Japanese pensions oversee $3.36 trillion, according to human-resource and consulting services company Towers Watson & Co. Corporate pension funds in Japan will diversify 72 trillion yen in assets after domestic stocks produced little return in the past two decades, according to Daiwa Institute of Research.
Japan’s Nikkei-225 (NKY) Stock Average lost 73 percent at the end of 2012 from a record high reached in December 1989, compared with the MSCI All-Country World Index (MXWD), which more than doubled.
The nation’s economy has been mired in deflation, with consumer prices kept below 3 percent since 1991, as the bursting of an asset bubble in the late 1980s led to stagnant economic growth as land values dropped to about half of what they were. Abe wants the Bank of Japan to raise its inflation target of 1 percent.

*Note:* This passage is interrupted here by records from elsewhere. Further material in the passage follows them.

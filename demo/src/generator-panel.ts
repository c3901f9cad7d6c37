/**
 * Panel 2: the generator: source, level, sideband, trims, correction filter, and a live monitor of
 * I + jQ (spectrum, I/Q scope, and the readings that fit the source: one tone, two tones, or
 * several tones across the band).
 */
import {
  computeSpectrum,
  measureSideband,
  measureTones,
  measureTwoTone,
  type SourceSpec,
  type Trims,
  type TwoToneReading,
  ZERO_TRIMS,
} from 'orthotone';
import { logTones } from './bench.js';
import { field, figure, fmt, h, numberInput, select, statusLine } from './dom.js';
import { DEFAULT_TONE_HZ, type Engine } from './engine.js';
import { linePlot } from './plot.js';
import { iqScope } from './scope.js';

interface TrimControl {
  name: keyof Trims;
  label: string;
  range: number;
  step: number;
  digits: number;
}

const TRIM_CONTROLS: TrimControl[] = [
  { name: 'gainDb', label: 'Q gain, dB', range: 1, step: 0.001, digits: 3 },
  { name: 'phaseDeg', label: 'Phase, °', range: 5, step: 0.005, digits: 3 },
  { name: 'skewSamples', label: 'Skew (Q later), samples', range: 2, step: 0.01, digits: 2 },
  { name: 'dcI', label: 'DC on I, of full scale', range: 0.02, step: 0.00001, digits: 5 },
  { name: 'dcQ', label: 'DC on Q, of full scale', range: 0.02, step: 0.00001, digits: 5 },
];

/** Frame of the monitor's spectrum plot: 11.7 Hz bins at 48 kHz, two frames averaged per capture. */
const PLOT_FRAME = 4096;
/** Tones of the "several tones" source. */
const MULTI_TONES = 5;

export interface GeneratorPanel {
  el: HTMLElement;
  /** Shows trims set elsewhere (by the calibration) on the sliders. */
  showTrims(t: Trims): void;
  /** The panel's settings, for a saved session. */
  state(): GeneratorState;
  /** Sets the panel's settings and the engine's (a loaded session or profile). */
  restore(s: Partial<GeneratorState>): Promise<void>;
}

/** The generator's settings, as saved in a session (trims and correction travel in its profile). */
export interface GeneratorState {
  source: string;
  toneHz: number;
  secondToneHz: number;
  levelDb: number;
  sideband: 'upper' | 'lower';
  output: boolean;
  magnify: string;
}

/** A level in dB, or "≤ level" when the reading is at the floor (an upper bound). */
function bound(db: number, atFloor: boolean, unit: string): string {
  return `${atFloor ? '≤ ' : ''}${fmt(db)} ${unit}`;
}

Bullion posted its longest run of annual gains in at least nine decades last year. Credit Suisse Group AG said Jan. 3 gold will average the most ever this year and joined Goldman Sachs Group Inc. in predicting the 12-year bull market will probably peak in 2013.

Gold in Yen

Mitsubishi UFJ Trust and Banking Corp., which introduced Japan’s first gold ETF in 2010, expects assets held in the product to double over the next several years from 26.2 billion yen as of Nov. 30. Global investors are holding a near-record amount in gold-backed ETPs that are valued at $139.6 billion, data compiled by Bloomberg show.

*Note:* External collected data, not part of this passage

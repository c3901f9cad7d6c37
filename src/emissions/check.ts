/**
 * The emission check: every product of the exciter (carrier, opposite sideband, two-tone
 * intermodulation, the mixer's responses at LO harmonics), after the output filter, against the
 * limits of the chosen rule sets (limits.ts), with its domain, margin and verdict.
 *
 * Levels: a product's level is kept relative to the PEP of the test signal it was read with, and
 * the PEP-to-mean ratio of that test (0 dB for one steady tone, 3.01 dB for two equal tones:
 * Krauss, Bostian & Raab, Solid State Radio Engineering, p. 509; docs/REFERENCES.md §5). A rule relative
 * to the mean power gets `level re PEP + (PEP − mean)`.
 * Filter: the filter's insertion loss at the product minus its loss at the carrier (the fundamental
 * passes the same filter) is subtracted from the product's level.
 */
import { OrthotoneError } from '../core/errors.js';
import { requireFinite, requireOneOf, requirePositive } from '../core/validate.js';
import {
  DEFAULT_OOB_PRACTICE_DBC,
  domainOf,
  type EmissionBands,
  type EmissionDomain,
  emissionBands,
  type LimitReference,
  type ResolvedLimit,
  RULE_SETS,
  ruleSetName,
} from './limits.js';
import { type LadderElement, ladderAttenuationDb } from './output-filter.js';

/** A product as read or modelled, before the output filter. */
export interface EmissionProduct {
  /** Plain name, e.g. "carrier", "opposite sideband", "IMD3 low", "LO×3 opposite sideband". */
  name: string;
  kind: 'carrier' | 'opposite-sideband' | 'intermodulation' | 'mixer-harmonic';
  /** RF frequency, Hz. */
  frequencyHz: number;
  /** Level relative to the PEP of the test signal, dB, before the output filter. */
  levelDbPep: number;
  /** PEP minus mean power of the test signal the product was read with, dB (≥ 0). */
  pepToMeanDb: number;
  /** How the level was obtained. */
  source: 'measured' | 'simulated' | 'predicted';
  /** True when the reading is at the analyzer's floor (the level is then an upper bound). */
  atFloor?: boolean;
  /** LO harmonic (1 = fundamental) for mixer products. */
  harmonic?: number;
}

/** One row of the check: a product against one rule set's limit. */
export interface EmissionItem {
  name: string;
  kind: EmissionProduct['kind'];
  frequencyHz: number;
  /** Level after the filter, dB relative to `reference` (PEP or mean power), i.e. dBc. */
  levelDbc: number;
  /** Limit, dB relative to `reference`. */
  limitDbc: number;
  /** limitDbc − levelDbc, dB (positive = within the limit). */
  marginDb: number;
  pass: boolean;
  reference: LimitReference;
  domain: EmissionDomain;
  /** Rule set the limit comes from, or 'practice' for the out-of-band practice figure. */
  rule: string;
  /** Whether the limit is the rule set's own ('rule') or the out-of-band practice figure ('practice'). */
  limitKind: 'rule' | 'practice';
  /** Filter loss applied (relative to the carrier), dB. */
  filterDb: number;
  source: EmissionProduct['source'];
  atFloor: boolean;
}

/** Options of {@link checkEmissions}. */
export interface EmissionCheckOptions {
  products: readonly EmissionProduct[];
  /** Carrier (LO) frequency, Hz. */
  carrierHz: number;
  sideband: 'upper' | 'lower';
  /** Highest audio frequency of the wanted signal (the J3E necessary bandwidth), Hz. */
  highestAudioHz: number;
  /** Rule-set names (see RULE_SETS); default ['fcc-97.307']. */
  rules?: readonly string[];
  /** Transmitter power, W, for rules that depend on it. */
  powerW?: number;
  /** User limit, dBc (adds the rule set 'user' when given). */
  userLimitDbc?: number;
  userReference?: LimitReference;
  /** Practice figure for products outside the spurious domain, dB below PEP (default −40). */
  oobPracticeDbc?: number;
  /** Output filter: its elements (F, H) and impedance (Ω). */
  filter?: { elements: readonly Pick<LadderElement, 'kind' | 'value'>[]; impedanceOhms: number } | null;
}

/** The result of {@link checkEmissions}. */
export interface EmissionCheck {
  items: EmissionItem[];
  /** True when every item passes. */
  pass: boolean;
  bands: EmissionBands;
  limits: ResolvedLimit[];
  /** Lines to show with the table: what counts as spurious, where the limits come from. */
  notes: string[];
}

/**
 * Checks every product against every chosen rule set.
 * @param options see {@link EmissionCheckOptions}; frequencies in Hz, levels in dB.
 * @returns items (one per product and rule set covering it; one practice row for a product no rule
 *   set covers), overall pass, domain bands, resolved limits, notes.
 * @throws {OrthotoneError} INVALID_ARGUMENT for an unknown rule set, a rule set that does not cover
 *   the carrier frequency, or a non-finite level or frequency.
 * Reference: limits.ts (47 CFR §97.307; Rec. ITU-R SM.329; RR Art. 1 domains); PEP and mean power
 * of a two-tone signal per Krauss, Bostian & Raab p. 509.
 */
export function checkEmissions(options: EmissionCheckOptions): EmissionCheck {
  const fc = requirePositive('carrierHz', options.carrierHz, 'Hz');
  const sideband = requireOneOf('sideband', options.sideband, ['upper', 'lower'] as const);
  const bands = emissionBands(fc, sideband, options.highestAudioHz);
  const names = [...(options.rules ?? (options.userLimitDbc === undefined ? ['fcc-97.307'] : []))];
  if (options.userLimitDbc !== undefined && !names.includes('user')) names.push('user');
  if (names.length === 0) {
    throw new OrthotoneError('INVALID_ARGUMENT', 'no rule set chosen: give --rules or --limit-dbc');
  }
  const keys = names.map((n) => {
    const key = ruleSetName(n);
    if (key === undefined) {
      throw new OrthotoneError(
        'INVALID_ARGUMENT',
        `rule set ${JSON.stringify(n)} is not known: use ${Object.keys(RULE_SETS).join(', ')}`,
        n,
      );
    }
    return key;
  });
  const limits = [...new Set(keys)].map((key) => {
    const rs = RULE_SETS[key]!;
    return rs.resolve({
      carrierHz: fc,
      ...(options.powerW !== undefined ? { powerW: requirePositive('powerW', options.powerW, 'W') } : {}),
      ...(options.userLimitDbc !== undefined ? { userLimitDbc: options.userLimitDbc } : {}),
      ...(options.userReference !== undefined ? { userReference: options.userReference } : {}),
    });
  });
  const practice = -Math.abs(
    requireFinite('oobPracticeDbc', options.oobPracticeDbc ?? DEFAULT_OOB_PRACTICE_DBC),
  );
  const filter = options.filter ?? null;
  const fundamentalLoss = filter ? ladderAttenuationDb(filter.elements, fc, filter.impedanceOhms) : 0;
  const items: EmissionItem[] = [];
  for (const p of options.products) {
    requireFinite(`${p.name} frequencyHz`, p.frequencyHz);
    requireFinite(`${p.name} levelDbPep`, p.levelDbPep);
    const filterDb = filter
      ? ladderAttenuationDb(filter.elements, p.frequencyHz, filter.impedanceOhms) - fundamentalLoss
      : 0;
    const pep = p.levelDbPep - filterDb;
    const domain = domainOf(bands, p.frequencyHz);
    let practiceShown = false;
    for (const lim of limits) {
      const ruleApplies = lim.domains.includes(domain);
      // One practice row per product, however many rule sets leave it uncovered.
      if (!ruleApplies && practiceShown) continue;
      if (!ruleApplies) practiceShown = true;
      const reference: LimitReference = ruleApplies ? lim.reference : 'pep';
      const levelDbc = reference === 'mean' ? pep + p.pepToMeanDb : pep;
      const limitDbc = ruleApplies ? lim.limitDbc : practice;
      const marginDb = limitDbc - levelDbc;
      items.push({
        name: p.name,
        kind: p.kind,
        frequencyHz: p.frequencyHz,
        levelDbc,
        limitDbc,
        marginDb,
        pass: marginDb >= 0,
        reference,
        domain,
        rule: ruleApplies ? lim.rule : 'practice',
        limitKind: ruleApplies ? 'rule' : 'practice',
        filterDb,
        source: p.source,
        atFloor: p.atFloor === true,
      });
    }
  }
  const notes = [
    `necessary band ${bands.necessary[0]}-${bands.necessary[1]} Hz (J3E, ${bands.necessaryHz} Hz); spurious domain beyond ${bands.spuriousFromHz} Hz from its centre ${bands.centreHz} Hz (RR Art. 1 / ITU-R SM.329 domains)`,
    ...limits.map(
      (l) =>
        `${l.rule}: ${l.source}; counts products in the ${l.domains.join(', ')} domain${l.domains.length > 1 ? 's' : ''}`,
    ),
    `products outside the spurious domain (carrier, opposite sideband, close-in intermodulation) are held to the practice figure ${practice} dB below PEP where no rule set covers them: common practice, no source, not a legal limit`,
    'levels after the output filter' +
      (filter ? ' (its loss relative to the carrier subtracted)' : ' (no filter given)'),
    'A design aid: local regulations and licensed practice take precedence; measure the real transmitter into a dummy load.',
  ];
  return { items, pass: items.every((i) => i.pass), bands, limits, notes };
}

Local pension funds last year for the first time allocated 2.1 billion yen, or 2 to 3 percent of their assets, in the gold- backed ETF of Mitsubishi UFJ Trust, a member of Mitsubishi UFJ Financial Group Inc. (8306), Japan’s largest lender, according to general manager Osamu Hoshi. The bank is in talks with several pension funds on gold, he said Dec. 20.
Gold rose 70 percent as the Fed bought $2.3 trillion of debt in two rounds of monetary easing from December 2008 through June 2011. The European Central Bank, Bank of Japan and China have all pledged to do more to bolster their economies.

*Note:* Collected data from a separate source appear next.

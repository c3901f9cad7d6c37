/**
 * Trims that do not act as their nominal units say: an analog potentiometer or a firmware step whose
 * dB or degrees per unit are known only roughly, trims that disturb each other, and a phase that
 * drifts while the calibration reads. {@link applyTrimMismatch} turns the trims a calibration asks
 * for into the trims that actually act on the virtual exciter. It is the rehearsal bench for
 * seekers that must tell from the readings which bench they are on (issue 9's mismatch bench).
 * Model (first order, common practice, no source): gain and phase trims scaled and coupled by a 2×2
 * matrix, DC trims scaled per channel and rotated, a phase offset growing by a fixed amount per
 * reading.
 */
import { OrthotoneError } from '../core/errors.js';
import { TRIM_LIMITS } from '../core/trims.js';
/** The ranges of issue 9's mismatch bench. */
export const MISMATCH_BENCH_RANGES = Object.freeze({
  gainScale: [0.65, 1.45],
  phaseScale: [0.65, 1.45],
  phaseToGainDbPerDeg: 0.03,
  gainToPhaseDegPerDb: 0.4,
  dcScale: [0.7, 1.4],
  dcRotationRad: 0.15,
  phaseDriftDegPerReading: 0.004,
});
/** Trims that act exactly as their units say. */
export const EXACT_TRIMS = Object.freeze({
  gainScale: 1,
  phaseScale: 1,
  phaseToGainDbPerDeg: 0,
  gainToPhaseDegPerDb: 0,
  dcScale: [1, 1],
  dcRotationRad: 0,
  phaseDriftDegPerReading: 0,
});
/**
 * Draws a trim mismatch uniformly from `ranges`.
 * @param rng seeded generator (createRng).
 * @param ranges default {@link MISMATCH_BENCH_RANGES}.
 * @throws {OrthotoneError} INVALID_ARGUMENT for a range that is not finite or not written [lo, hi].
 */
export function drawTrimMismatch(rng, ranges = MISMATCH_BENCH_RANGES) {
  const span = (name, r) => {
    if (!(Number.isFinite(r[0]) && Number.isFinite(r[1]) && r[0] <= r[1])) {
      throw new OrthotoneError('INVALID_ARGUMENT', `${name} [${r[0]}, ${r[1]}] must be written [lo, hi]`, r);
    }
    return r[0] + (r[1] - r[0]) * rng.uniform();
  };
  const sym = (name, x) => span(name, [-Math.abs(x), Math.abs(x)]);
  return {
    gainScale: span('gainScale', ranges.gainScale),
    phaseScale: span('phaseScale', ranges.phaseScale),
    phaseToGainDbPerDeg: sym('phaseToGainDbPerDeg', ranges.phaseToGainDbPerDeg),
    gainToPhaseDegPerDb: sym('gainToPhaseDegPerDb', ranges.gainToPhaseDegPerDb),
    dcScale: [span('dcScale', ranges.dcScale), span('dcScale', ranges.dcScale)],
    dcRotationRad: sym('dcRotationRad', ranges.dcRotationRad),
    phaseDriftDegPerReading: sym('phaseDriftDegPerReading', ranges.phaseDriftDegPerReading),
  };
}
/**
 * The trims that act when `trims` are asked for, after `readings` readings (the drift so far).
 * @param m the mismatch.
 * @param trims nominal trims (DESIGN.md §4 units).
 * @param readings readings taken so far (drift multiplier).
 * @returns the acting trims, each held within the trim limits (a real trim saturates).
 * @throws never
 */
export function applyTrimMismatch(m, trims, readings = 0) {
  const g = trims.gainDb ?? 0;
  const p = trims.phaseDeg ?? 0;
  const i = (trims.dcI ?? 0) * m.dcScale[0];
  const q = (trims.dcQ ?? 0) * m.dcScale[1];
  const c = Math.cos(m.dcRotationRad);
  const s = Math.sin(m.dcRotationRad);
  // A real trim saturates at the end of its range.
  const clip = (x, lim) => Math.max(-lim, Math.min(lim, x));
  return {
    gainDb: clip(m.gainScale * g + m.phaseToGainDbPerDeg * p, TRIM_LIMITS.gainDb),
    phaseDeg: clip(
      m.phaseScale * p + m.gainToPhaseDegPerDb * g + m.phaseDriftDegPerReading * readings,
      TRIM_LIMITS.phaseDeg,
    ),
    skewSamples: trims.skewSamples ?? 0,
    dcI: clip(c * i - s * q, TRIM_LIMITS.dc),
    dcQ: clip(s * i + c * q, TRIM_LIMITS.dc),
  };
}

Gold in Japan’s currency reached a record 147,780 yen an ounce on Jan. 2, after climbing 21 percent last year. Gold in dollars reached a record $1,921.15 an ounce on Sept. 6, 2011 and gained 7 percent in 2012.

Federal Reserve

The metal fell last week for a sixth week, the worst run since May 2004, after U.S. Federal Reserve policy makers said they’ll probably end their $85 billion of monthly bond purchases this year, according to the record of the Federal Open Market Committee’s Dec. 11-12 gathering. Bullion traded at $1,651.05 at 5:56 p.m. in Tokyo.
Turnover at Mitsubishi UFJ Trust’s gold ETF on the Tokyo Stock Exchange amounted to 8.67 billion yen in November, exceeding turnover in the SPDR, the biggest exchange-traded fund backed by bullion, and becoming the ninth most-traded fund out of the 140 products listed on the Japanese securities exchanges, data compiled by the bank show.
Mitsubishi UFJ’s ETF is linked to yen-based gold prices on the Tokyo Commodity Exchange, Japan’s largest raw-material bourse. Gold futures on the exchange known as Tocom rallied 19 percent last year, outperforming the 7.1 percent increase in the spot market in London, as the yen declined 13 percent against the dollar.
Assets held by corporate pension funds in Japan amounted to 72.24 trillion yen as of March 2012, declining 0.9 percent from a year earlier, according to Yasuo Sugeno, director at Daiwa Institute of Research in Tokyo. Of the total, about 72 billion yen were allocated to commodities including gold through hedge funds, he said Dec. 10.
Government Pension Investment Fund of Japan, the operator of the world’s largest pension fund with 113.6 trillion yen, stays away from commodity investment as 67 percent of their assets were allocated to Japanese bonds, Sugeno said.
“Pension money invested in bullion is ‘peanuts’ at the moment,” Toshima said. “If 1 percent of their total assets shift to the metal, the gold market would explode.”